The use of fossil open here instead of fossil clone is likely to surprise a Git user. When we were discussing this, we considered following the Git command style, but we decided against it because it goes against this core Fossil design principle: given that the Fossil repo is separate from the check-out, why would you expect asking for a repo clone to also create a check-out directory for you? We view commingled repository + check-out as a design error in Git, so why would we repeat the error?

To see why we see this behavior is error-prone, consider that git clean must have an exception to avoid nuking the .git directory. We had to add that complication to fossil clean when we added the fossil open URI feature: it won’t nuke the repo DB file.

The Git Clone Way

This feature didn’t placate many Git fans, though, so with Fossil 2.14 — currently unreleased — we now allow this:

    fossil clone https://fossil-scm.org/fossil

This results in a fossil.fossil repo DB file and a fossil/ working directory.
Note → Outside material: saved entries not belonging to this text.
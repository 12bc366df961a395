import type { Print, PrintImage, Want } from '../../../core/proof/want.ts';
import type { FirstPrint } from '../../../core/protocol.ts';
import type { Codes } from '../../../core/raster/raster.ts';
import type { Treatment } from '../../../core/treatment/treatment.ts';
import { treatmentText } from './treatment-text.ts';

/** In how many codes two prints of one image differ; `all` counts those of one. */
export interface Disagreement {
  readonly count: number;
  readonly all: number;
}

/** The host's first print: it stands in until the page's own worker has made the same, which must then be equal, code for code.
 *  Nothing that the host says of hashes is believed: the codes themselves are compared. */
export class Takeover {
  #first: { readonly print: FirstPrint; readonly treatment: string; readonly revision: number } | null = null;
  /** Revision of the file that came; null while none has. */
  #arrived: number | null = null;
  /** Null while both agree, or one is still to come. */
  disagreement: Disagreement | null = null;

  /** Forgets all: the file is asked for anew. */
  reset(): void {
    this.#first = null;
    this.#arrived = null;
    this.disagreement = null;
  }

  /** What the host made, of a revision of file and settings. */
  take(print: FirstPrint | null, revision: number): void {
    if (print === null || (this.#arrived ?? revision) !== revision) return;
    this.#first = { print, treatment: treatmentText(print.treatment), revision };
  }

  /** The file came, of this revision: a first print of another one says nothing about it. */
  arrive(revision: number): void {
    this.#arrived = revision;
    this.disagreement = null;
    if (this.#first !== null && this.#first.revision !== revision) this.#first = null;
  }

  get header() {
    return this.#first?.print.header ?? null;
  }

  /** What the page's worker must make so that it can be compared; null where there is nothing to compare. */
  wanted(treatment: Treatment): (Want & { readonly kind: 'print' }) | null {
    if (!this.#isOf(treatment)) return null;
    return { kind: 'print', treatment, image: this.#first!.print.image };
  }

  /** The host's print of an image. */
  printOf(treatment: Treatment, image: PrintImage): Print | undefined {
    if (!this.#isOf(treatment) || JSON.stringify(this.#first!.print.image) !== JSON.stringify(image)) return undefined;
    const { picture, stats } = this.#first!.print;
    return { kind: 'print', picture, stats };
  }

  /** Any print by this treatment, to stand in, stretched, for one that is not made yet. */
  standIn(treatment: Treatment) {
    return this.#isOf(treatment) && 'level' in this.#first!.print.image ? this.#first!.print.picture : null;
  }

  /** Compares with the page's own print of `wanted`. The host's is let go. */
  judge(own: Print): void {
    if (this.#first === null) return;
    const { picture } = this.#first.print;
    const { extent, channels, depth, codes } = own.picture;
    const same =
      picture.extent.width === extent.width &&
      picture.extent.height === extent.height &&
      picture.channels === channels &&
      picture.depth === depth;
    const count = same ? differing(picture.codes, codes) : codes.length;
    this.disagreement = count === 0 ? null : { count, all: codes.length };
    this.#first = null;
  }

  #isOf(treatment: Treatment): boolean {
    return this.#first !== null && this.#first.treatment === treatmentText(treatment);
  }
}

function differing(one: Codes, other: Codes): number {
  let count = Math.abs(one.length - other.length);
  for (let at = 0; at < Math.min(one.length, other.length); at++) if (one[at] !== other[at]) count++;
  return count;
}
Note that our clone URI behavior does not commingle the repo and check-out, solving our major problem with the Git design, though we still believe it to be confusing to have “clone” be part of “open,” and still more confusing to have “open” part of “clone.” We prefer keeping these operations entirely separate, either as at the top of this section or as in the prior one. Still, please yourself.

If you want the repo to be named something else, adjust the URL:

    fossil clone https://fossil-scm.org/fossil/fsl

That gets you fsl.fossil checked out into fsl/.

For sites where the repo isn’t served from a subdirectory like this, you might need another form of the URL. For example, you might have your repo served from dev.example.com and want it cloned as my-project:

    fossil clone https://dev.example.com/repo/my-project

The /repo addition is the key: whatever comes after is used as the repository name. See the docs for more details.